→ **DATASET EXTRACT**:
:::

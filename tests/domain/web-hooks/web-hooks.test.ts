import { createHmac } from 'node:crypto'
import { asc, eq, sql } from 'drizzle-orm'
import { afterAll, beforeAll, beforeEach, describe, expect, it } from 'vitest'
import { alerts, audit, webHookDeliveries, webHooks } from '~~/server/database/schema'
import { reconcileAlerts } from '~~/server/domain/alerts/reconcile-alerts'
import type { PersonActor } from '~~/server/domain/context'
import { scheduleActor } from '~~/server/domain/context'
import { changeWebHook } from '~~/server/domain/web-hooks/change-web-hook'
import { createWebHook } from '~~/server/domain/web-hooks/create-web-hook'
import { deliverWebHook } from '~~/server/domain/web-hooks/deliver-web-hook'
import { listDeliveries } from '~~/server/domain/web-hooks/list-deliveries'
import { listWebHooks } from '~~/server/domain/web-hooks/read-web-hooks'
import { repeatDelivery } from '~~/server/domain/web-hooks/repeat-delivery'
import { retireWebHook } from '~~/server/domain/web-hooks/retire-web-hook'
import { tellHooks } from '~~/server/domain/web-hooks/tell-hooks'
import { testWebHook } from '~~/server/domain/web-hooks/test-web-hook'
import { refusalOf, useTestDatabase } from '../../support/domain-test'
import { addActor } from '../../support/fixtures'
import type { HttpReceiver } from '../../support/http-receiver'
import { startHttpReceiver } from '../../support/http-receiver'
import { emptyQueue, queuedJobs } from '../../support/queued-jobs'

// Standard Webhooks 1.0.0 (standard-webhooks.md: headers, signature scheme, delivery semantics, 410); the rest is common practice of at-least-once delivery.
const test = useTestDatabase()
let receiver: HttpReceiver
let admin: PersonActor
const now = new Date('2026-12-01T18:00:00.250Z')
const later = new Date('2026-12-01T18:01:00.750Z')
const deps = (at = now) => ({ db: test.db, actor: admin, now: at })
const outward = { policy: { plain: true, internal: true }, timeoutMs: 1000 }

beforeAll(async () => {
  receiver = await startHttpReceiver()
  admin = await addActor(test.db, ['administrator'])
})
afterAll(() => receiver.close())
beforeEach(async () => {
  await test.db.delete(webHooks)
  await test.db.delete(alerts)
  await emptyQueue(test.db)
  receiver.received.length = 0
  receiver.behave(response => void response.writeHead(204).end())
  process.env.NULLBEAT_TEST = '1'
  process.env.ALLOW_INTERNAL_WEB_HOOKS = '1'
})

const make = (events: Parameters<typeof createWebHook>[1]['events'] = ['table.published', 'alert.closed'], name = 'Night desk') => createWebHook(deps(), { name, url: `${receiver.url}/told`, events })
const deliveries = () => test.db.select().from(webHookDeliveries).orderBy(asc(webHookDeliveries.createdAt))
async function tell() {
  const before = (await deliveries()).map(({ id }) => id)
  await test.db.transaction(tx => tellHooks({ db: tx, now }, 'table.published', { tableId: 'b0b0', revision: 2 }))
  return (await deliveries()).find(({ id }) => !before.includes(id))!
}
const attempt = (id: string, at = now, lastTry = false) => deliverWebHook({ db: test.db, now: at }, id, { outward, lastTry })

describe('a message to a web hook', () => {
  it('is signed as Standard Webhooks has it, over its id, the time of the try and the body', async () => {
    const { secret } = await make()
    expect(secret).toMatch(/^whsec_[A-Za-z0-9+/]+=*$/)
    const bytes = Buffer.from(secret.slice('whsec_'.length), 'base64')
    expect(bytes.length).toBeGreaterThanOrEqual(24)
    expect(bytes.length).toBeLessThanOrEqual(64)
    const { id } = await tell()
    await attempt(id, later)
    const [message] = receiver.received
    const { 'webhook-id': messageId, 'webhook-timestamp': timestamp, 'webhook-signature': signature } = message!.headers
    expect(messageId).toBe(id)
    expect(timestamp).toBe(String(Date.parse('2026-12-01T18:01:00Z') / 1000))
    expect(signature).toBe(`v1,${createHmac('sha256', bytes).update(`${id}.${timestamp}.${message!.body}`).digest('base64')}`)
    expect(message).toMatchObject({ method: 'POST', path: '/told', headers: { 'content-type': 'application/json' } })
    expect(JSON.parse(message!.body)).toEqual({ type: 'table.published', timestamp: now.toISOString(), data: { tableId: 'b0b0', revision: 2 } })
    expect(await deliveries()).toMatchObject([{ state: 'delivered', attempts: 1, lastStatus: 204, lastError: null, triedAt: later }])
  })

  it('exists exactly when what it tells has happened, for those who asked for it', async () => {
    await make()
    await make(['table.withdrawn'], 'Other')
    const off = await make(['table.published'], 'Off')
    await changeWebHook(deps(), { id: off.id, enabled: false })
    await test.db.transaction(async (tx) => {
      await tellHooks({ db: tx, now }, 'table.published', {})
      throw new Error('undone')
    }).catch(() => {})
    expect(await deliveries()).toEqual([])
    await tell()
    expect(await deliveries()).toHaveLength(1)
    expect(await queuedJobs(test.db, 'web-hook')).toEqual([{ deliveryId: (await deliveries())[0]!.id }])
  })

  it('is tried again after anything but 2xx, keeping the reason and the beginning of the answer, and given up at the last try', async () => {
    await make()
    const { id } = await tell()
    receiver.behave(response => void response.writeHead(500).end(`\u0000broken ${'x'.repeat(3000)}`))
    await expect(attempt(id)).rejects.toThrow('Answered 500')
    const [kept] = await deliveries()
    expect(kept).toMatchObject({ state: 'queued', attempts: 1, lastStatus: 500, lastError: expect.stringMatching(/^Answered 500. broken x+$/) })
    expect(kept!.lastError!.length).toBeLessThanOrEqual(500)
    receiver.behave(response => void response.writeHead(301, { location: 'https://elsewhere.example' }).end())
    await expect(attempt(id)).rejects.toThrow('Redirects are not followed')
    receiver.behave((_, request) => void request.socket.destroy())
    await attempt(id, later, true)
    expect(await deliveries()).toMatchObject([{ state: 'failed', attempts: 3, lastStatus: null, lastError: expect.stringMatching(/hang up|ECONNRESET/) }])
    await attempt(id, later)
    expect(receiver.received).toHaveLength(3)
  })

  it('that is answered 410 is given up at once and switches the hook off, which the trail says', async () => {
    const { id: hookId } = await make()
    const first = await tell()
    const second = await tell()
    receiver.behave(response => void response.writeHead(410).end())
    await attempt(first.id)
    expect((await listWebHooks(deps(), { limit: 10 })).items).toMatchObject([{ id: hookId, enabled: false, failed: 1, queued: 1 }])
    const trail = await test.db.select().from(audit).where(eq(audit.entityId, hookId)).orderBy(asc(audit.id))
    expect(trail.map(row => [row.action, row.actorKind])).toEqual([['web-hook.create', 'person'], ['web-hook.change', 'system']])
    await attempt(second.id)
    expect(receiver.received).toHaveLength(1)
    expect((await deliveries()).find(({ id }) => id === second.id)).toMatchObject({ state: 'failed', attempts: 0, lastError: expect.stringContaining('switched off') })
  })

  it('is repeated by hand under its first id, with a new time', async () => {
    const { id: hookId } = await make()
    const { id } = await tell()
    expect(await refusalOf(repeatDelivery(deps(), id))).toMatchObject({ code: 'conflict' })
    await attempt(id)
    await emptyQueue(test.db)
    expect(await repeatDelivery(deps(), id)).toMatchObject({ id, state: 'queued' })
    expect(await queuedJobs(test.db, 'web-hook')).toEqual([{ deliveryId: id }])
    await attempt(id, later)
    const [one, other] = receiver.received
    expect(other!.headers['webhook-id']).toBe(one!.headers['webhook-id'])
    expect(other!.body).toBe(one!.body)
    expect(Number(other!.headers['webhook-timestamp']) - Number(one!.headers['webhook-timestamp'])).toBe(60)
    expect((await listDeliveries(deps(), { hookId, limit: 10 })).items).toMatchObject([{ id, state: 'delivered', attempts: 2 }])
  })

  it('can be asked for as a test', async () => {
    const { id } = await make(['alert.opened'])
    await attempt((await testWebHook(deps(), id)).id)
    expect(JSON.parse(receiver.received[0]!.body)).toMatchObject({ type: 'hook.test', data: { hookId: id, hook: 'Night desk', askedBy: admin.name } })
  })
})

describe('a web hook', () => {
  it('is made for public addresses by HTTPS only, outside of the demo and of tests whatever else is set', async () => {
    for (const url of ['http://ops.example/', 'https://127.0.0.1/', 'https://localhost/', 'https://[::ffff:10.0.0.1]/']) {
      delete process.env.ALLOW_INTERNAL_WEB_HOOKS
      expect(await refusalOf(createWebHook(deps(), { name: 'X', url, events: ['alert.opened'] })), url).toMatchObject({ code: 'not-valid', paths: ['url'] })
      process.env.ALLOW_INTERNAL_WEB_HOOKS = '1'
      delete process.env.NULLBEAT_TEST
      expect(await refusalOf(createWebHook(deps(), { name: 'X', url, events: ['alert.opened'] })), url).toMatchObject({ code: 'not-valid', paths: ['url'] })
      process.env.NULLBEAT_TEST = '1'
    }
    const { id } = await make()
    delete process.env.ALLOW_INTERNAL_WEB_HOOKS
    expect(await refusalOf(changeWebHook(deps(), { id, url: 'https://10.0.0.1/' }))).toMatchObject({ code: 'not-valid', paths: ['url'] })
    expect((await listWebHooks(deps(), { limit: 10 })).items).toMatchObject([{ url: `${receiver.url}/told` }])
  })

  it('shows its secret once and never in lists or the trail; retired it is gone with it', async () => {
    const { id, secret } = await make()
    const shown = JSON.stringify([await listWebHooks(deps(), { limit: 10 }), await test.db.select().from(audit)])
    expect(shown).not.toContain(secret)
    expect(shown).not.toContain(secret.slice(10, 30))
    await retireWebHook(deps(), id)
    expect((await listWebHooks(deps(), { limit: 10 })).items).toEqual([])
    expect(await refusalOf(testWebHook(deps(), id))).toMatchObject({ code: 'not-found' })
    expect((await test.db.select().from(webHooks))[0]!.secret).toBe('')
  })

  it('that is not reached raises one alert to administrators, which closes when a message gets through', async () => {
    await make()
    const ids = [(await tell()).id, (await tell()).id]
    receiver.behave(response => void response.writeHead(503).end('closed for the night'))
    for (const id of ids) await attempt(id, now, true)
    const reconcile = () => reconcileAlerts({ db: test.db, actor: scheduleActor, now: later }, { kinds: ['web-hook-failing'] })
    await reconcile()
    await reconcile()
    expect(await test.db.select().from(alerts)).toMatchObject([{ state: 'open', severity: 'notice', count: 2, detail: expect.stringContaining('closed for the night') }])
    const { rows } = await test.db.execute<{ to: string }>(sql`SELECT to_address AS to FROM mails`)
    expect(rows.map(row => row.to)).toEqual([admin.email])
    receiver.behave(response => void response.writeHead(200).end())
    await repeatDelivery(deps(later), ids[0]!)
    await attempt(ids[0]!, later)
    await reconcile()
    expect(await test.db.select().from(alerts)).toMatchObject([{ state: 'closed', closeReason: 'The cause is gone.' }])
  })
})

:::

→ **PROBLEM TO WORK ON**: In the data above, find the line that contains "receiver = await startHttpReceiver()" and the line that contains "const make = (events: Parameters<typeof". Repeat exactly those lines and every line between them, and only those.

→ **PROBLEM SOLUTION**:
  receiver = await startHttpReceiver()
  admin = await addActor(test.db, ['administrator'])
})
afterAll(() => receiver.close())
beforeEach(async () => {
  await test.db.delete(webHooks)
  await test.db.delete(alerts)
  await emptyQueue(test.db)
  receiver.received.length = 0
  receiver.behave(response => void response.writeHead(204).end())
  process.env.NULLBEAT_TEST = '1'
  process.env.ALLOW_INTERNAL_WEB_HOOKS = '1'
})

const make = (events: Parameters<typeof createWebHook>[1]['events'] = ['table.published', 'alert.closed'], name = 'Night desk') => createWebHook(deps(), { name, url: `${receiver.url}/told`, events })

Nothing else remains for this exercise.